**WHAT TO PRODUCE**. The entries that follow include a run beginning at the line with "rounding sets in" and ending at the line with "assert end_value(scheme(Family.GAUSS, degree), 1.0, -1e9)"; restate that run word for word and leave the rest out.
- Opening Delimiter -
"""Both families of points against what theory promises of them.

Sources: Hairer, Wanner (1996), Solving Ordinary Differential Equations II, sections IV.5 (orders) and IV.3
(stability); Abramowitz, Stegun (1964), section 25.4 (quadrature).  (From memory.)
"""

import math

import numpy as np
import pytest
from numpy.polynomial import legendre

from solvers.transcription.collocation import Family, scheme

FAMILIES = (Family.RADAU, Family.GAUSS)
DEGREES = (1, 2, 3, 5, 8, 10, 16)


def order(family, degree):
    """At the right end of an interval; also how many monomials the quadrature integrates exactly."""
    return 2 * degree - 1 if family is Family.RADAU else 2 * degree


def end_value(rule, width, rate, start=1.0):
    """One step of y' = rate*y by collocation."""
    matrix = rule.differentiate[:, 1:] - width * rate * np.eye(rule.degree)
    inner = np.linalg.solve(matrix, -rule.differentiate[:, 0] * start)
    return rule.extrapolate @ np.concatenate([[start], inner])


@pytest.mark.parametrize("family", FAMILIES)
@pytest.mark.parametrize("degree", DEGREES)
def test_points_increase_inside_the_interval(family, degree):
    points = scheme(family, degree).points
    assert np.all(np.diff(points) > 0)
    assert points[0] > 0
    if family is Family.RADAU:
        assert points[-1] == 1.0
    else:
        assert points[-1] < 1
        np.testing.assert_allclose(points + points[::-1], 1, atol=1e-15)


@pytest.mark.parametrize(
    "family, points, weights",
    [
        (Family.RADAU, [1 / 3, 1], [3 / 4, 1 / 4]),
        (
            Family.RADAU,
            [(4 - math.sqrt(6)) / 10, (4 + math.sqrt(6)) / 10, 1],
            [(16 - math.sqrt(6)) / 36, (16 + math.sqrt(6)) / 36, 1 / 9],
        ),
        (Family.GAUSS, [1 / 2 - math.sqrt(3) / 6, 1 / 2 + math.sqrt(3) / 6], [1 / 2, 1 / 2]),
        (Family.GAUSS, [1 / 2 - math.sqrt(15) / 10, 1 / 2, 1 / 2 + math.sqrt(15) / 10], [5 / 18, 4 / 9, 5 / 18]),
    ],
)
def test_points_and_weights_are_those_of_the_textbook(family, points, weights):
    rule = scheme(family, len(points))
    np.testing.assert_allclose(rule.points, points, rtol=1e-15)
    np.testing.assert_allclose(rule.weights, weights, rtol=1e-14)


@pytest.mark.parametrize("family", FAMILIES)
@pytest.mark.parametrize("degree", DEGREES)
def test_quadrature_is_exact_to_its_order_and_no_further(family, degree):
    rule, exact = scheme(family, degree), order(family, degree)
    for power in range(exact):
        assert rule.weights @ rule.points**power == pytest.approx(1 / (power + 1), rel=1e-13)
    if degree <= 5:  # the first miss falls below the rounding soon
        # The polynomial of the points themselves, of which the rule sees nothing: integral of product of (x - c_i)^2.
        nodes = np.sort(np.concatenate([rule.points, rule.points[: exact - degree]]))
        series = np.polynomial.Polynomial.fromroots(nodes).integ()
        assert abs(series(1.0) - series(0.0)) > 1e-9


@pytest.mark.parametrize("family", FAMILIES)
@pytest.mark.parametrize("degree", DEGREES)
def test_slopes_of_polynomials_of_the_degree_are_exact(family, degree):
    rule = scheme(family, degree)
    support = np.concatenate([[0.0], rule.points])
    for power in range(degree + 1):
        slopes = power * rule.points ** max(power - 1, 0)
        np.testing.assert_allclose(rule.differentiate @ support**power, slopes, atol=1e-11)
        assert rule.extrapolate @ support**power == pytest.approx(1.0, abs=1e-12)


@pytest.mark.parametrize("family", FAMILIES)
@pytest.mark.parametrize("degree", DEGREES)
def test_modes_give_back_the_polynomial(family, degree):
    rule = scheme(family, degree)
    series = np.random.default_rng(degree).normal(size=degree + 1)
    support = np.concatenate([[0.0], rule.points])
    np.testing.assert_allclose(rule.state_modes @ legendre.legval(2 * support - 1, series), series, atol=1e-11)
    lower = series[:degree]
    np.testing.assert_allclose(rule.control_modes @ legendre.legval(2 * rule.points - 1, lower), lower, atol=1e-11)


@pytest.mark.parametrize("family", FAMILIES)
@pytest.mark.parametrize("degree", (1, 2, 3, 4))
def test_order_at_the_nodes(family, degree):
    """The error of y' = y over 0 to 1 falls by 2^order when the intervals are halved."""
    rule = scheme(family, degree)

    def error(count):
        value = 1.0
        for _ in range(count):
            value = end_value(rule, 1 / count, 1.0, value)
        return abs(value - math.e)

    count = {1: 64, 2: 16, 3: 4, 4: 2}[degree]  # fine enough for the order to show, before rounding sets in
    assert math.log2(error(count) / error(2 * count)) == pytest.approx(order(family, degree), abs=0.15)


@pytest.mark.parametrize("degree", (1, 2, 3, 6))
def test_radau_forgets_and_gauss_keeps_what_is_infinitely_stiff(degree):
    """R(-infinity) is 0 for Radau points (L-stable) and (-1)^K for Gauss points (A-stable only)."""
    assert end_value(scheme(Family.RADAU, degree), 1.0, -1e9) == pytest.approx(0.0, abs=1e-6)
    assert end_value(scheme(Family.GAUSS, degree), 1.0, -1e9) == pytest.approx((-1) ** degree, abs=1e-6)


@pytest.mark.parametrize("family", FAMILIES)
@pytest.mark.parametrize("degree", (1, 2, 4, 8))
def test_no_oscillation_grows(family, degree):
    """|R(iw)| <= 1 on the imaginary axis; Gauss points keep energy exactly."""
    for frequency in (0.1, 1.0, 10.0, 1000.0):
        growth = abs(end_value(scheme(family, degree), 1.0, 1j * frequency))
        assert growth <= 1 + 1e-10
        if family is Family.GAUSS:
            assert growth == pytest.approx(1.0, abs=1e-9)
- Closing Delimiter -
**WRITTEN ANSWER**.
    count = {1: 64, 2: 16, 3: 4, 4: 2}[degree]  # fine enough for the order to show, before rounding sets in
    assert math.log2(error(count) / error(2 * count)) == pytest.approx(order(family, degree), abs=0.15)


@pytest.mark.parametrize("degree", (1, 2, 3, 6))
def test_radau_forgets_and_gauss_keeps_what_is_infinitely_stiff(degree):
    """R(-infinity) is 0 for Radau points (L-stable) and (-1)^K for Gauss points (A-stable only)."""
    assert end_value(scheme(Family.RADAU, degree), 1.0, -1e9) == pytest.approx(0.0, abs=1e-6)
    assert end_value(scheme(Family.GAUSS, degree), 1.0, -1e9) == pytest.approx((-1) ** degree, abs=1e-6)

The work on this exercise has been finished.